Wages cannot keep up with how fast the federal government has, through excessively adding to the money supply (with newly printed money) or borrowing it to pay for spending programs, been devaluing the dollar.
Sooner or later people must realize that with all the money-printing that goes along with the tax and spend Biden administration, combined with runaway growth due to economies coming out of the pandemic, we are going to be struck by a major bout of inflation.
Over time, as we showed in the ‘One Dollar’ chart above, inflation erodes the purchasing power of fiat currencies and eventually they become worthless.
Will it become like the ‘70s? Hopefully not, but who knows? How can you protect yourself just in case? If you’re parking your money in any fiat currency, know that eventually the value of your investment will decline, through continued money-printing by politicians that must spend (and print) to survive, whether it’s spending on wars, pork-barrel politics, covid-19 relief programs or multi-trillion-dollar infrastructure buildouts.

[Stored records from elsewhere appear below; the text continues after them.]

import { describe, expect, it } from "vitest";
import { stackSchema } from "@shared/schemas/takeoff";
import {
  formatDate,
  formatFeetInches,
  formatInchesAsFeet,
  formatMoney,
  formatPitch,
  formatSquares,
  proposalDocSchema,
} from "@shared/schemas/proposal";
import {
  addDaysIso,
  applyOptionSpec,
  buildProposalDoc,
  describeStack,
  stackFactsFromTakeoff,
  type StackFacts,
} from "@server/services/proposal-content";
import { DEMO_OPTIONS, demoRoof, proposalInput, takeoffFor } from "../helpers/proposal-fixtures";

const facts = (over: Partial<StackFacts> = {}): StackFacts => ({
  gapIn: 1.5,
  channelHeightIn: 0.75,
  continuous: true,
  qualifies: true,
  blockedByBattens: false,
  iceBarrierWidthIn: null,
  edgeTypes: ["eave", "rake", "ridge"],
  clipSpacingIn: { field: 24, corner: 12 },
  ...over,
});
const text = (layers: { title: string; sentences: string[] }[]) => layers.map((l) => `${l.title}: ${l.sentences.join(" ")}`).join("\n");

describe("formatters", () => {
  it.each([
    [1_234_567, "$12,345.67"],
    [5, "$0.05"],
    [100, "$1.00"],
    [-120_000, "-$1,200.00"],
    [123_456_789_00, "$123,456,789.00"],
  ])("formatMoney(%i) = %s", (cents, out) => expect(formatMoney(cents)).toBe(out));

  it.each([
    [12.5, `12' 6"`],
    [7, `7' 0"`],
    [0.25, `3"`],
    [11.99, `12' 0"`], // 143.88 in rounds to 144 in
  ])("formatFeetInches(%d) = %s", (ft, out) => expect(formatFeetInches(ft)).toBe(out));

  it("prints panel lengths in whole inches as feet-inches", () => {
    expect(formatInchesAsFeet(281)).toBe(`23' 5"`);
  });

  it.each([
    [24.63, "24.6"],
    [0.96, "1.0"],
    [1234.56, "1,234.6"],
    [3, "3.0"],
  ])("formatSquares(%d) = %s (one decimal)", (sq, out) => expect(formatSquares(sq)).toBe(out));

  it("prints pitch per 12 and dates without a time-zone shift", () => {
    expect(formatPitch(6)).toBe("6/12");
    expect(formatPitch(4.5)).toBe("4.5/12");
    expect(formatDate("2026-03-05")).toBe("March 5, 2026");
    expect(formatDate("2026-12-31T23:59:00Z")).toBe("December 31, 2026");
    expect(addDaysIso("2026-03-05T15:30:00Z", 30)).toBe("2026-04-04");
  });
});

describe("describeStack", () => {
  const base = stackSchema.parse({ id: "s" });

  it("says the foil faces up toward the air gap and why, for foil on the deck under a spacer", () => {
    const s = stackSchema.parse({
      id: "s",
      spacer: { kind: "battens", battens: { nominal: "1x4", spacingIn: 24, counterBattens: true } },
      radiantBarrier: { kind: "foil", position: "on-deck", reflectiveFace: "up" },
    });
    const layers = describeStack(s, facts());
    const t = text(layers);
    expect(layers.map((l) => l.title)).toEqual(["Roof deck", "Underlayment", "Reflective foil", "Spacer and air gap", "Vent openings", "Metal panels", "Trim and flashing"]);
    expect(t).toContain("shiny side facing up, toward the air gap");
    expect(t).toContain("Why it faces the gap");
    expect(t).toContain("Why the air gap");
    expect(t).toContain("every 24 inches");
    expect(t).toContain("1-1/2 inches above the deck");
    expect(t).toContain("warm air rises through it");
  });

  it("says the foil faces down when it hangs under the panels, and puts it above the spacer", () => {
    const s = stackSchema.parse({ id: "s", spacer: { kind: "mesh" }, radiantBarrier: { kind: "foil", position: "under-panels", reflectiveFace: "down" } });
    const layers = describeStack(s, facts({ gapIn: 0.3, channelHeightIn: 0.3, qualifies: false }));
    const titles = layers.map((l) => l.title);
    expect(titles.indexOf("Reflective foil")).toBeGreaterThan(titles.indexOf("Spacer and air gap"));
    expect(text(layers)).toContain("shiny side facing down, toward the air gap below it");
    // ORNL / Title 24 (2008): a channel under 3/4 in is not counted as ventilation.
    expect(text(layers)).toContain("too thin to count as roof ventilation");
    expect(titles).not.toContain("Vent openings");
  });

  it("warns that foil with no gap does little", () => {
    const s = stackSchema.parse({ id: "s", radiantBarrier: { kind: "foil" } });
    const t = text(describeStack(s, facts({ gapIn: 0, channelHeightIn: 0, qualifies: false, continuous: false })));
    expect(t).toContain("no air gap to face");
    expect(t).toContain("No spacer");
  });

  it("explains that battens alone close the channel", () => {
    const s = stackSchema.parse({ id: "s", spacer: { kind: "battens", battens: { counterBattens: false } } });
    const t = text(describeStack(s, facts({ gapIn: 0.75, qualifies: false, continuous: false, blockedByBattens: true })));
    expect(t).toContain("close the gap at every row");
  });

  it("describes deck work, ice barrier, underlayment and exposed-fastener panels in plain words", () => {
    const s = stackSchema.parse({
      id: "s",
      deck: { action: "replace", material: "osb", thicknessIn: 0.625 },
      underlayment: { kind: "felt", feltNumber: 30, layers: 2 },
      panel: { system: "exposed-fastener", coverageWidthIn: 36, gauge: 26, solarReflectance: 0.27 },
    });
    const t = text(describeStack(s, facts({ iceBarrierWidthIn: 36, gapIn: 0, qualifies: false, edgeTypes: ["eave", "valley"] })));
    expect(t).toContain("5/8 inch OSB");
    expect(t).toContain("ice dams");
    expect(t).toContain("No. 30 roofing felt");
    expect(t).toContain("two overlapping layers");
    expect(t).toContain("sealing washers");
    expect(t).toContain("about 27% of the sun's energy");
    expect(t).toContain("valley pan");
    expect(describeStack(base, facts()).length).toBeGreaterThan(3);
  });
});

describe("buildProposalDoc", () => {
  const input = proposalInput({ optionCount: 3 });
  const doc = buildProposalDoc(input);

  it("produces a document the shared schema accepts", () => {
    expect(proposalDocSchema.safeParse(doc).success).toBe(true);
  });

  it("dates the proposal and its validity from the issue date and settings", () => {
    expect(doc.date).toBe("2026-03-05");
    expect(doc.validUntil).toBe("2026-04-04");
    expect(buildProposalDoc({ ...input, validUntil: "2026-03-20T00:00:00Z" }).validUntil).toBe("2026-03-20");
  });

  it("has one scope area per stack in use, with the planes, squares and pitch from the takeoff", () => {
    const t = input.options[0].takeoff;
    expect(doc.scope.areas.map((a) => a.title)).toEqual(["Main roof", "Porch roof"]);
    const all = doc.scope.areas.flatMap((a) => a.planes);
    expect(all).toHaveLength(input.roof.planes.length);
    for (const p of all) {
      const r = t.planes.find((x) => x.id === p.id)!;
      expect(p.squares).toBeCloseTo(r.squares, 9);
      expect(p.pitch).toBe(r.pitch);
    }
    expect(doc.scope.totalSquares).toBeCloseTo(t.totals.squares, 9);
    expect(doc.scope.preparation[0]).toContain("2 layers");
  });

  it("lists each option's totals and what differs from the first", () => {
    expect(doc.options.map((o) => o.label)).toEqual(DEMO_OPTIONS.slice(0, 3).map((o) => o.label));
    doc.options.forEach((o, i) => {
      expect(o.totalCents).toBe(input.options[i].totals.totalCents);
      expect(o.priceCents + o.taxCents).toBe(o.totalCents);
      expect(o.depositCents).toBe(input.options[i].totals.depositCents);
    });
    expect(doc.options[0].differences[0]).toContain("as described in the scope");
    const mesh = doc.options[1].differences.join(" ");
    expect(mesh).toContain("3D plastic mesh mat instead of wood battens over counter-battens");
    expect(mesh).toContain(`-${formatMoney(DEMO_OPTIONS[0].totalCents - DEMO_OPTIONS[1].totalCents)} compared with`);
    const bare = doc.options[2].differences.join(" ");
    expect(bare).toContain("No spacer");
    expect(bare).toContain("Leaves out the reflective foil layer");
  });

  it("uses the company's own exclusions and warranty when it has them, and generic ones otherwise", () => {
    expect(doc.exclusions.length).toBeGreaterThan(3);
    expect(doc.warranty.join(" ")).toContain("Workmanship");
    const own = buildProposalDoc({ ...input, company: { ...input.company, exclusions: "- Gutters\n- Skylights", warranty: "Five years on labour." } });
    expect(own.exclusions).toEqual(["Gutters", "Skylights"]);
    expect(own.warranty).toEqual(["Five years on labour."]);
  });

  it("carries the safety cautions and the codes-govern statement", () => {
    expect(doc.cautions.items.map((c) => c.title)).toEqual(["Falls", "Power lines", "Hot metal", "Sharp edges"]);
    expect(doc.cautions.items[0].text).toContain("up to 8/12");
    expect(doc.cautions.governs).toContain("panel maker's tested installation details");
    expect(doc.cautions.governs).toContain("licensed professionals");
  });

  it("fills the acceptance block only for a known option", () => {
    expect(doc.acceptance).toBeNull();
    const accepted = buildProposalDoc({ ...input, acceptance: { signerName: "Zoë Łukasiewicz", acceptedAt: "2026-03-09T18:22:00Z", optionId: "102" } });
    expect(accepted.acceptance).toEqual({ signerName: "Zoë Łukasiewicz", acceptedAt: "2026-03-09T18:22:00Z", optionId: "102", optionLabel: DEMO_OPTIONS[1].label });
    expect(buildProposalDoc({ ...input, acceptance: { signerName: "X", acceptedAt: "2026-03-09T18:22:00Z", optionId: "999" } }).acceptance).toBeNull();
  });

  it("refuses a proposal without options", () => {
    expect(() => buildProposalDoc({ ...input, options: [] })).toThrow(RangeError);
  });
});

describe("applyOptionSpec and stackFactsFromTakeoff", () => {
  it("rewrites the spacer and foil and keeps the rest of the stack", () => {
    const s = stackSchema.parse({ id: "s", spacer: { kind: "battens", battens: { nominal: "2x2", spacingIn: 16 } }, radiantBarrier: { kind: "foil" } });
    const c = applyOptionSpec(s, { spacer: "counter-battens", foil: false });
    expect(c.spacer.kind).toBe("battens");
    expect(c.spacer.battens).toMatchObject({ nominal: "2x2", spacingIn: 16, counterBattens: true });
    expect(c.radiantBarrier.kind).toBe("none");
    expect(c.panel).toEqual(s.panel);
    expect(applyOptionSpec(s, {})).toEqual(s);
  });

  it("reads the channel of a stack from a real takeoff", () => {
    const roof = demoRoof();
    const t = takeoffFor(roof);
    const upper = stackFactsFromTakeoff(t, "upper")!;
    // NIST PS 20 dressed 1x4 = 3/4 in: counter-battens + battens = 1.5 in gap, 3/4 in channel.
    expect(upper.gapIn).toBeCloseTo(1.5, 6);
    expect(upper.qualifies).toBe(true);
    expect(upper.iceBarrierWidthIn).toBeGreaterThan(0);
    expect(stackFactsFromTakeoff(t, "nope")).toBeNull();
  });
});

A dollar today is worth 99 cents tomorrow and 98 cents the day after; history proves it. That’s what happens when you save in paper money not backed by gold.
Since 1972 gold has gone from $35 to $1,750. That’s the power of precious metals. Which is why I refuse to deposit cash into a money-losing savings account. In my opinion the coming inflation and soaring global debt levels all but guarantee another gold run is on its way.
Quality junior resource stocks have historically offered excellent leverage to rising precious metals prices. I believe they will do so this time as well.